Thursday, February 5, 2009

Romance--3 Out dating comes to a halt

III. Our dating career comes to a sudden and surprising halt.
I was sitting in my not-too-comfortable apartment on D street looking forward to the week-end and another blissful day with Shauna when the phone rang. As those of us who are punctilious about our grammar are careful to say, "It was she."
"I need you to help me", she said almost pleadingly and then added with a sense of urgency, "tonight."
We 34 year old bachelors on a roll with an exciting dating partner are always willing, and usually even eager, to help said dating-damsel-in-distress, especially since the age of dragons--and similar dangers--has pretty much past. "Certainly," I responded chivalrously, "name the time and place and I shall be at your service." Well, what I actually said was more like, "Ah-er--I suppose so. What do you need me to do?" But the intent was the same.
Shauna then launched into a long and, I’m afraid to say, tedious explanation, the gist of which (for the benefit of the impatient reader) was that she was hired to teach 2nd grade with the understanding that she had a teaching certificate. She did not have said certificate, because she lacked a math class, which, if she did not complete by October 31st (it then being early October), she would lose her job. The tedious part of the explanation, which, as I mentioned above, I have spared the reader on account of his/her impatience, had to do with how and why she was hired when she lacked the required certificate. Naturally, through all of this, I became increasingly eager to know how I was supposed to help, my teacher-certificate-awarding-capability being very very limited. When I finally mentioned this, she explained how I was to help. Fortunately, she explained, she did not actually have to complete the class. All she really needed to do was to pass a test challenging the class, which she planned to do the next day, with a little help from me by way of prep-study that evening.
I was happy to oblige.
Accordingly, a short time later, I found myself with Shauna in the Murray City library. She opened a math book containing a practice quiz and said, "Let’s start with some of these problems."
It was somewhere between 20 and 40 seconds into this training session that I realized that there was absolutely no hope that she was going to pass that math test. At this point I was in something of a quandary. I really liked Shauna and was, therefore, eager to be as helpful as possible. On the other hand, I felt certain that by associating myself too closely with the disastrous results of the upcoming test, I would be leaving an unpleasant association toward me in her mind. I decided, therefore, that the safest course was to be helpful from a distance. I told her that I felt it best if she worked alone until she had a question and that I would be looking over the library collection while she studied, and consequently, would be handy if she needed me. During the next half hour or so, she called me over a couple of times.

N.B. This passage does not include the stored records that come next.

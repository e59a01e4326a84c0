// SPDX-License-Identifier: Apache-2.0
package reedling.coupling;

import static reedling.contact.ContactBlock.at;

import reedling.contact.ContactBlock;
import reedling.math.Lanes;
import reedling.math.Tile;
import reedling.particle.GrainRow;

/**
 * First stage of the gather: combines one line of the two grains of each pair and begins to turn it into columns; the
 * stages after it end the turn, four columns each. Without vectors the columns are complete at once.
 *
 * <p>First line (columns 0-7): centre difference 3 (second less first), sum of radii, velocity difference 3 (second less
 * first), sum of inverse masses. Second line (columns 8-15): spin difference 3 (first less second), sum of inverse
 * inertias, sum of radius times spin 3, difference of radii (first less second).
 */
final class CombineLine implements RowStage {

    private static final double[] FIRST_WEIGHTS = {-1, -1, -1, 1, -1, -1, -1, 1};
    private static final double[] SECOND_WEIGHTS = {-1, -1, -1, 1, 1, 1, 1, -1};
    private static final int STRIDE = at(1) - at(0);
    private static final int LINE = 8;

    private final boolean second;

    CombineLine(boolean second) {
        this.second = second;
    }

    @Override
    public void run(RowRange rows) {
        ContactBlock block = rows.block();
        int[] minus = second ? rows.segment().second() : rows.segment().first();
        int[] plus = second ? rows.segment().first() : rows.segment().second();
        double[] weights = second ? SECOND_WEIGHTS : FIRST_WEIGHTS;
        int base = GrainRow.PAD + (second ? LINE : 0);
        int column = at(second ? LINE : 0);
        double[] c = block.columns();
        int count = block.rows();
        if (Lanes.VECTORISED) {
            Tile.combine(
                    rows.grainRows(),
                    base,
                    GrainRow.LENGTH,
                    minus,
                    plus,
                    rows.from(),
                    count,
                    weights,
                    c,
                    column,
                    STRIDE);
        } else {
            Tile.combineScalar(
                    rows.grainRows(),
                    base,
                    GrainRow.LENGTH,
                    minus,
                    plus,
                    rows.from(),
                    count,
                    weights,
                    c,
                    column,
                    STRIDE);
        }
    }
}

Shortly after she called me the last time, a rather handsome fellow walked over to her and they began an animated discussion. I was just getting a bit annoyed by this when Shauna signaled for me to come over.
"This is my friend, Larry ______," she introduced as I approached. "He’s studying to be a seminary teacher." We shook hands and as we did so Shauna continued, "This is my friend, Merrill. He’s and engineer."
"Oh, I started out in engineering." Larry said enthusiastically (he was always enthusiastic), "but I decided that I am more of a people person than a machine person."
"Yes," I responded. "There are only two kinds of people; those who relate to people and those who relate to machines, but, of course, you can’t relate to both." I tried to sound ironical, but to no avail. Although I really don’t believe that you are either a people- or a machine-relater, I do believe that there are only two kinds of people--those who understand irony and those who don’t. Larry was one of the "don’ts".
"That’s really true," he said--as always, enthusiastically.
"Well, I guess I better get back to studying," Shauna said with a smile--and she did have the cutest smile. She tried to study for a few more minutes, but it was obvious that the conversation with Larry had broken her study pattern, so she gave it up and we went out for a snack and then home.
The next day after work I got a call. "You will never believe this, "Shauna almost sobbed. "I failed the test!" This, I felt, was one of the very few of life’s little shocks for which I was, in fact, amply prepared. "Now I have to take the class," she continued, "and I have to finish it by the 31st or I lose my job. You’ve got to help me."
We worked out a plan of attack and made an agreement. There would be no dating whatsoever between us while she was working on the class. Ours would be strictly an academic arrangement. She would come over every night and we would work through one chapter and she would mail it in.
And we did it. She completed all the assignments, took--and passed--the final exam, with, I believe, one or two days to spare.
Although we did no dating, this was the best dating investment I ever made in a most, as mentioned before, unillustrious dating career. We learned more about each other than we would have learned in many months of conventional dating.
Toward the end of October, I got a call from JoAnn Parker inviting me to go with her to a symphony orchestra concert. I took an evening off from math tutoring. JoAnn and I had a wonderful time and it was clear that she had reconsidered her previous rebuffs.

2 comments:

LGH said...

Great story about Shauna passing her math test...you are really a very good writer. And, I hope that I am one of the people who can understand irony!

Gavin said...

Having been a student in Larry's Seminary class I think I can safely say that he wasn't much of a people's person either.